The Universal Set and the Empty Set
When using a Venn diagram, all elements in the diagram (including those in the circles and outside the circles), are called the universal set. From the universal set, we identify those that fit in A and B.
The universal set is represented by the letter, \xi, which is always present in the top left corner of Venn diagrams.
There is also the empty set, \emptyset, the set containing no elements. The empty set can also be written as the complement of set \xi.
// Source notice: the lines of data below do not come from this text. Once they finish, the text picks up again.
impl Search<'_> {
    /// Lists the branches from the two-coordinate starts, adds those that only shooting shows, and measures the distance of
    /// all from the exact rest states.
    ///
    /// # Errors
    /// Why the list is not the exact one; nothing when these modes do not have all the exact rest states.
    fn list_and_compare(
        &mut self,
        starts: &[(f64, [f64; 2])],
        exact: &[(f64, Vec<Shot>)],
    ) -> Result<Distance, Option<RestStatesError>> {
        for &(setpoint, c) in starts {
            let mut guess = c.to_vec();
            guess.resize(self.solver.modes(), 0.0);
            if let Some(point) = self.solver.at_setpoint(&guess, setpoint) {
                self.add_curve(&point)?;
            }
        }
        let mut distance = Distance::default();
        for (setpoint, shots) in exact {
            let mut resolved = true;
            if self.listed_at(*setpoint) != shots.len() {
                for shot in shots {
                    let guess = project(
                        &self.shooting.curvatures(shot.base_curvature),
                        self.solver.modes(),
                    );
                    let point = self.solver.at_setpoint(&guess, *setpoint);
                    match point.filter(|point| point.index == shot.index) {
                        Some(point) => self.add_curve(&point)?,
                        None => resolved = false,
                    }
                }
            }
            let states = match self.compare(*setpoint, shots) {
                Ok(states) => states,
                Err(error) => return Err(Some(error).filter(|_| resolved)),
            };
            for (state, shot) in states.iter().zip(shots) {
                self.widen(&mut distance, state, shot);
            }
        }
        for (fold, exact) in self.matched_folds()? {
            let setpoint_off = fold.setpoint - exact.setpoint;
            let angle = fold.mean_angle() - exact.mean_angle;
            match self.rod.held {
                Held::TipAngle => distance.widen(
                    angle.abs().max(setpoint_off.abs()),
                    fold.couple - exact.couple,
                ),
                Held::TipCouple => distance.widen(angle, setpoint_off),
            }
        }
        Ok(distance)
    }

    /// Widens `distance` by that of a state from its exact counterpart. Close to a fold, where the state goes like the root of
    /// the distance from it, what counts is how far the setpoint would have to move to make up for the difference.
    fn widen(&self, distance: &mut Distance, state: &RestPoint, shot: &Shot) {
        let (x, y) = self.solver.modal().tip(&state.c);
        let tip = (x - shot.tip[0]).hypot(y - shot.tip[1]);
        let mean_angle = (state.mean_angle() - shot.mean_angle).abs();
        let mut angle = mean_angle
            .max((state.tip_angle() - shot.tip_angle).abs())
            .max(tip);
        let mut couple = (state.couple - shot.couple)
            .abs()
            .max((state.energy - shot.energy).abs());
        let [lo, hi] = self.rod.setpoints;
        let near = |fold: &Shot| (fold.setpoint - shot.setpoint).abs() < NEAR_FOLD * (hi - lo);
        if self.shooting.folds().iter().any(near) {
            let along = curve::mean_angle_rate(state).abs();
            let setpoint_off =
                mean_angle * state.setpoint_rate.abs() / along.max(f64::MIN_POSITIVE);
            let allowed = match self.rod.held {
                Held::TipAngle => self.allowed.angle_rad,
                Held::TipCouple => self.allowed.couple,
            };
            // As a share of what is allowed for the setpoint.
            let share = setpoint_off / allowed;
            angle = angle.min(share * self.allowed.angle_rad);
            couple = couple.min(share * self.allowed.couple);
        }
        distance.widen(angle, couple);
    }

    /// Branches and folds that reach into the setpoint range, sorted.
    fn within_range(mut self) -> (Vec<Branch>, Vec<Fold>) {
        let [lo, hi] = self.rod.setpoints;
        self.branches.retain(|b| b.to() > lo && b.from() < hi);
        self.folds.retain(|f| (lo..=hi).contains(&f.point.setpoint));
        self.branches.sort_by(|a, b| {
            a.middle_base_curvature()
                .total_cmp(&b.middle_base_curvature())
        });
        self.folds
            .sort_by(|a, b| a.point.setpoint.total_cmp(&b.point.setpoint));
        (self.branches, self.folds)
    }

    /// Audits the finished list at setpoints not used to make it, and on both sides of every fold.
    ///
    /// Returns the number of audited setpoints.
    fn certify(&mut self) -> Result<usize, RestStatesError> {
        let [lo, hi] = self.rod.setpoints;
        let between = 0.5 * (hi - lo) / (AUDIT_SETPOINTS - 1) as f64;
        let mut setpoints: Vec<f64> =
            spread([lo + between, hi - between], AUDIT_SETPOINTS - 1).collect();
        let beside = BESIDE_FOLD * (hi - lo);
        for fold in &self.folds {
            setpoints.extend([fold.point.setpoint - beside, fold.point.setpoint + beside]);
        }
        setpoints.retain(|s| (lo..=hi).contains(s));
        for &setpoint in &setpoints {
            self.compare(setpoint, &self.shooting.rest_states(setpoint))?;
        }
        Ok(AUDIT_SETPOINTS + setpoints.len())
    }

    /// The listed rest states at `setpoint`, when number and indices agree with the shooting's.
    fn compare(
        &mut self,
        setpoint: f64,
        shots: &[Shot],
    ) -> Result<Vec<RestPoint>, RestStatesError> {
        let states: Vec<RestPoint> =
            states_at(self.rod, &self.branches, &mut self.solver, setpoint)?
                .into_iter()
                .map(|s| s.1)
                .collect();
        let agree = states.len() == shots.len()
            && states.iter().zip(shots).all(|(a, b)| a.index == b.index);
        if agree {
            Ok(states)
        } else {
            Err(RestStatesError::AuditFailed {
                setpoint: self.rod.setpoint_si(setpoint),
                listed: states.len(),
                shot: shots.len(),
            })
        }
    }

    fn listed_at(&self, setpoint: f64) -> usize {
        self.branches.iter().filter(|b| b.covers(setpoint)).count()
    }

    /// Follows the curve through `point` unless it is already listed.
    fn add_curve(&mut self, point: &RestPoint) -> Result<(), RestStatesError> {
        for branch in self
            .branches
            .iter()
            .filter(|b| b.index == point.index && b.covers(point.setpoint))
        {
            if let Some(known) = branch.state_at(&mut self.solver, point.setpoint) {
                let apart = known
                    .c
                    .iter()
                    .zip(&point.c)
                    .map(|(a, b)| (a - b).abs())
                    .fold(0.0, f64::max);
                if apart < 1e-6 {
                    return Ok(());
                }
            }
        }
        let (branches, folds) = self.solver.follow(point, self.outer).map_err(|setpoint| {
            RestStatesError::CurveLost {
                setpoint: self.rod.setpoint_si(setpoint),
            }
        })?;
        self.branches.extend(branches);
        self.folds.extend(folds);
        Ok(())
    }

    /// Folds within the setpoint range beside their exact counterparts.
    fn matched_folds(&self) -> Result<Vec<(RestPoint, Shot)>, RestStatesError> {
        let [lo, hi] = self.rod.setpoints;
        let mut listed: Vec<&Fold> = self
            .folds
            .iter()
            .filter(|f| (lo..=hi).contains(&f.point.setpoint))
            .collect();
        listed.sort_by(|a, b| {
            a.point
                .base_curvature()
                .total_cmp(&b.point.base_curvature())
        });
        let exact: Vec<&Shot> = self
            .shooting
            .folds()
            .iter()
            .filter(|f| (lo..=hi).contains(&f.setpoint))
            .collect();
        if listed.len() != exact.len() {
            let near = |a: f64, b: f64| (a - b).abs() < BESIDE_FOLD * (hi - lo);
            let only_exact = exact
                .iter()
                .map(|e| e.setpoint)
                .find(|&e| listed.iter().all(|l| !near(l.point.setpoint, e)));
            let only_listed = listed
                .iter()
                .map(|l| l.point.setpoint)
                .find(|&l| exact.iter().all(|e| !near(e.setpoint, l)));
            let setpoint = only_exact
                .or(only_listed)
                .or(exact.first().map(|e| e.setpoint))
                .unwrap_or(lo);
            return Err(RestStatesError::FoldsDiffer {
                setpoint: self.rod.setpoint_si(setpoint),
                listed: listed.len(),
                shot: exact.len(),
            });
        }
        Ok(listed
            .iter()
            .zip(exact)
            .map(|(fold, shot)| (fold.point.clone(), *shot))
            .collect())
    }
}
\boldsymbol{A} and \boldsymbol{A'}
The set A is represented by these sections of the Venn diagram:
This includes the elements only in A and those that are in in both sets A and B
Conversely, A' means NOT in A.
This means, all elements within the the universal set that is not in A, as represented by this Venn diagram:
The Union of Two Sets
The union of two sets means all elements either in A, B, or both. This can be written as…
A\cup B
The Intersection of Two Sets
The intersection of two sections contains elements that are in BOTH A and B. This can be written as…
A\cap B
Subsets
A subset is a set that is entirely contained within another set.
For example, if,
A=\{2,6,8\}, and,
B is the set of even numbers between 1 and 10, then,
A \subset B
We use the notation, \not\subset, if a set is not a subset of another set.
Example 1: Sets
A = \{1,4,6,8,10,11\}\\
B=\{2,4,8,10,11,12\}
Write down the sets
a) A\cup B
b) A\cap B
[4 marks]
a) A\cup B means the union of A and B, so all elements in either or both A and B.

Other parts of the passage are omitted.